Ms Rosie Winterton: The cost of HER2 testing and of prescribing Herceptin will need to be met from the existing settlement agreed with the national health service.

Roche, the manufacturer of Herceptin, has undertaken to assist the NHS in ensuring that high quality HER2 testing arrangements are put in place, for example through the provision of training for laboratory staff.

Mr. Lansley: To ask the Secretary of State for Health whether the profits for the manufacturer derived from the prescribing of Herceptin for the treatment of early stage breast cancer will be subject to the pharmaceutical price regulation scheme. [39361]

Jane Kennedy: Herceptin is a branded prescription medicine and is, therefore, subject to the 2005 pharmaceutical price regulation scheme.

HIV/AIDS

Mr. Hunt: To ask the Secretary of State for Health what measures her Department is taking to provide anti-retroviral drugs to young children suffering from HIV/AIDS in England; and if she will make a statement. [38284]

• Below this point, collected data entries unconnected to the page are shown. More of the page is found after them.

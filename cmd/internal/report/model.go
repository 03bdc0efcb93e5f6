// Package report holds the output pieces the commands share: the JSON
// shape of a transistor model and the words for the picker's typed
// reasons. It prints nothing itself.
package report

import "biasbin/solver"

// Model is the JSON shape of a SPICE BJT model card, the same in
// `biasbin check --json` and `biasbin pick --json`, so a script can paste
// either into a simulator. Units are SI; VAF_V = 0 means infinite.
type Model struct {
	Polarity string  `json:"polarity"`
	IS_A     float64 `json:"is_a"`
	BF       float64 `json:"bf"`
	BR       float64 `json:"br"`
	NF       float64 `json:"nf"`
	VAF_V    float64 `json:"vaf_v"`
	XTI      float64 `json:"xti"`
	XTB      float64 `json:"xtb"`
	EG_eV    float64 `json:"eg_ev"`
	TNOM_C   float64 `json:"tnom_c"`
	ICBO_A   float64 `json:"icbo_a"`
}

// ModelOf converts a solver model to its JSON shape.
func ModelOf(m solver.Model) Model {
	return Model{
		Polarity: m.Polarity.String(),
		IS_A:     m.IS_A,
		BF:       m.BF,
		BR:       m.BR,
		NF:       m.NF,
		VAF_V:    m.VAF_V,
		XTI:      m.XTI,
		XTB:      m.XTB,
		EG_eV:    m.EG_eV,
		TNOM_C:   m.TNOM_C,
		ICBO_A:   m.ICBO_A,
	}
}
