package report

import (
	"strings"

	"biasbin/solver"
)

// RatingList names unknown transistor ratings for a sentence, the verb
// included: "VCEO and power rating (PD or θJA) are".
func RatingList(rs []solver.Rating) string {
	names := make([]string, len(rs))
	for i, r := range rs {
		switch r {
		case solver.RatingVCEO:
			names[i] = "VCEO"
		case solver.RatingDissipation:
			names[i] = "power rating (PD or θJA)"
		case solver.RatingICMax:
			names[i] = "IC max"
		default:
			names[i] = r.String()
		}
	}
	switch len(names) {
	case 0:
		return ""
	case 1:
		return names[0] + " is"
	}
	return strings.Join(names[:len(names)-1], ", ") + " and " + names[len(names)-1] + " are"
}
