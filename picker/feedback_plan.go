package picker

import (
	"math"
	"math/bits"
	"slices"

	"biasbin/solver"
)

// Positions of a collector-feedback build's arrays (feedbackLayout).
const (
	fRF = iota
	fRC
	fRE
)

// feedbackPlan searches RF, RC, RE of a collector-feedback stage over
// (device, RE, RC, RF); doc.go, "The collector-feedback plan", states its
// bounds.
type feedbackPlan struct {
	e     *evaluator
	cache tupleCache
	seeds seedOrder
	// grid holds the solved IC of the device being searched at (grid
	// point of RC + RE, RF level) (rfWindow); lnStep is the grid's step
	grid   map[uint64]float64 // keyed by gridKey
	lnStep float64
	// corners holds cornerVCE of the device being searched, keyed by
	// gridKey; corner is the stage at that corner (cornerSet: taken for
	// that device)
	corners   map[uint64]float64
	corner    solver.Stage
	cornerSet bool
	// gridA and gridB give the grid's points without an exponential
	// (gridOhm): R(g) = gridA[g >> gridSplit]·gridB[g & (2^gridSplit −
	// 1)] for g ≥ 0 up to above twice the largest level
	gridA, gridB []float64
	// above memoizes icFloorAbove of the device being searched by grid
	// point, direct-mapped at slot g & cellMask: neighbouring points,
	// which the search visits in a row, never take each other's slot
	above    []aboveEntry
	cellMask uint64
	// gridDev is the device whose solves grid holds, plus one (0: none)
	gridDev int
	// fb memoizes betaFloorRC by grid cell of sums RC + RE (the grid of
	// rfWindow), device and IC window: the (RC, RE) pairs whose sums
	// share a cell share its floor. It is direct-mapped: a cell's entry
	// is at a hash of its index, and a newer cell takes the slot. It has
	// 2^fbBits slots, about twice as many as the grid has cells between
	// the least and the largest sum of two levels, and at most
	// 2^fbMemoBits.
	fb     []fbEntry
	fbBits int
	// wb memoizes betaFloorWindow by device, grid cell of sums, RF window
	// and IC window, direct-mapped like fb, with as many slots.
	wb []wbEntry
	// qb memoizes betaQFloorRC by grid cell (the same key as fb's, with
	// xLo), direct-mapped like above.
	qb []qbEntry
	// cellGroups keeps, per group of cellGroup neighbouring cells (g /
	// cellGroup, direct-mapped with a slot for every group between the
	// least level and twice the largest, not capped like qb), F-QB's
	// least over the group's sums, with the device and IC window it holds
	// for (cellsSettle).
	cellGroups []cellGroupEntry
	// sumCells memoizes sumCell: sumCells[i] is span sumCellBase + i,
	// from the least level to twice the largest
	sumCells    []sumCellEntry
	sumCellBase int
	// spanNext links the spans of sumCells known to hold nothing that
	// can enter to the next one (liveSpan): [0] for every build, [1] for
	// builds with a pair's part; a span not so known is its own link
	spanNext [2][]int32
	// spanRF is the RF window sumCell found last, its next guess
	spanRF [2]int
	// rfCells memoizes rfCell by (span of 2^rfCellShift grid cells of
	// sums, block of rfCellLevels RF levels) of the device being
	// searched, direct-mapped at a hash of the two
	rfCells    []rfCellEntry
	rfCellBits int
	// blocks memoizes sumsQBLeast's blocks: blocks[i] is block
	// blockBase + i (ln R/qbBlockStep), from the least level to twice the
	// largest.
	blocks    []keptFloor
	blockBase int
	// groups keeps, per group of qbGroup blocks, their least floor and
	// the IC window it holds for (the blocks' windows' intersection).
	groups []keptFloor
}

Caroline Flint: Anti-retroviral drugs for the treatment of children with HIV/AIDS in England are provided through the national health service trust delivering the treatment, under the clinical supervision of the specialist paediatrician. Such treatment and care is provided within an inter-disciplinary clinical network.

Hospital Bed Occupancy

Mr. Sanders: To ask the Secretary of State for Health what targets have been set for hospital bed occupancy; how many beds have been available in general and acute wards in hospitals in Torbay primary care trust in each year since 1997; and what percentage of these were occupied on average in each year. [38479]

Caroline Flint: Evidence suggests that the optimal bed occupancy rate is around 82 to 85 per cent. These figures however, are merely a guideline and it is up to the national health service locally to decide how best to manage their services.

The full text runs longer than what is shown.